I finally got to watch “Gasland”, a 2011 nominee at the Academy Awards for best documentary. The accolade was well deserved. The film, directed by Josh Fox, tells a story of truly staggering proportions. In the search for sources of energy other than foreign oil, the United States (and Canada too, I later discovered) is increasingly turning to natural gas that is trapped in shale deposits (not to be confused with the natural gas that is produced after a bowl of chili; sorry, I know that was lame, but the eight year old inside me couldn’t resist). It turns out that where natural gas is concerned, North America is the Saudi Arabia of the world with a sea of natural gas trapped in massive shale deposits that cover entire states. All you have to do is “frack”. And what is fracking, you ask? A series of controlled explosions deep underground complemented by the injection of fluids with 596+ chemicals — many carciogenic, many others with unknown effects upon human beings and the environment — to force the natural gas which has been released from the shale up to the surface.
This is so insanely short-sighted that it is difficult to comprehend. Once you’ve extracted your share of natural gas, how the hell are you going to get all those bloody chemicals out of the ground again? This is like dumping red wine on a white carpet every time you want to get your child’s attention. It may work, but how do you propose to deal with the aftermath? (One of the most terrifying statistics presented in the film is that fracking has already contaminated more than 40 trillion gallons of water with those 596 chemicals. That’s a lot of red wine soaked into the carpet.)

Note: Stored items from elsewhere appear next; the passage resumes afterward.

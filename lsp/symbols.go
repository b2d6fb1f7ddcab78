package lsp

import (
	"context"

	"go.lsp.dev/protocol"

	"triodeck/analysis/ide"
	"triodeck/parser"
)

// DocumentSymbol lists the subckts, models, devices and parameters of a file.
func (s *server) DocumentSymbol(ctx context.Context, p *protocol.DocumentSymbolParams) (protocol.DocumentSymbolResult, error) {
	q, err := s.ask(ctx, p.TextDocument.URI)
	if err != nil {
		return nil, err
	}
	return s.symbols(q.file, ide.Symbols(q.file)), ctx.Err()
}

func (s *server) symbols(f *parser.File, list []ide.Symbol) protocol.DocumentSymbolSlice {
	out := protocol.DocumentSymbolSlice{}
	for _, y := range list {
		d := protocol.DocumentSymbol{
			Name:           y.Name,
			Kind:           symbolKinds[y.Kind],
			Range:          s.enc.rangeOf(f, y.Span),
			SelectionRange: s.enc.rangeOf(f, y.NameSpan),
			Children:       s.symbols(f, y.Children),
		}
		if y.Detail != "" {
			d.Detail = &y.Detail
		}
		out = append(out, d)
	}
	return out
}

// symbolKinds picks the pictures that editors draw beside the names.
var symbolKinds = map[ide.SymbolKind]protocol.SymbolKind{
	ide.SubcktSymbol:    protocol.SymbolKindModule,
	ide.ModelSymbol:     protocol.SymbolKindClass,
	ide.DeviceSymbol:    protocol.SymbolKindField,
	ide.InstanceSymbol:  protocol.SymbolKindObject,
	ide.ParameterSymbol: protocol.SymbolKindConstant,
	ide.SectionSymbol:   protocol.SymbolKindNamespace,
}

The stuffed-suits from the satanic corporations that are despoiling the environment have an advantage over the public relations disaster of fractured pipelines spilling crude onto the tundra: out of sight, out of mind. And it works … for a little bit anyways. That is, until people discover that the water running from their taps is flammable, and until the hair on their pets starts falling out, and until they start suffering from migrane headaches and nausea. Twice anti-christ representatives come from the natural gas companies to tell these beleaguered residents that their water really is okay. Twice those representatives are then handed a glass of tap water by those beleaguered residents who then ask them to take a drink. And twice the shameless representatives decline.
I’ve talked in this blog about bullshit as something distinct from lying and arguably even more insidious. As Robert Fortner has written, “If Satan is the father of lies, he must also be the highpriest of bullshit.” Those executives aren’t lying about the water. They are just saying whatever they can to maximize returns to shareholders and line their own pockets. Even if that means injecting 596 chemicals into the earth in state after state after state.
Here’s the real problem though. It is easy to complain about evil energy companies (as I have been doing) and there is no doubt that what they are doing is often evil. But look, we want to have air-conditioned homes in Phoenix in August and toasty warm homes here in Edmonton in January. We want to go on long road trips to visit the in-laws for Thanksgiving and we want to eat kiwi fruit year round. We want 60 inch television screens and iPhones and plane flights to Hawaii and a hot cup of coffee and a thick burger ….
So where’s the energy going to come from?
I don’t have the answers. I’m just a Christian theologian, after all. But I do know this: if living as we do requires that some of us have flammable water, and environmentally induced cancers, and a destroyed environment, then we really have made a deal with the devil.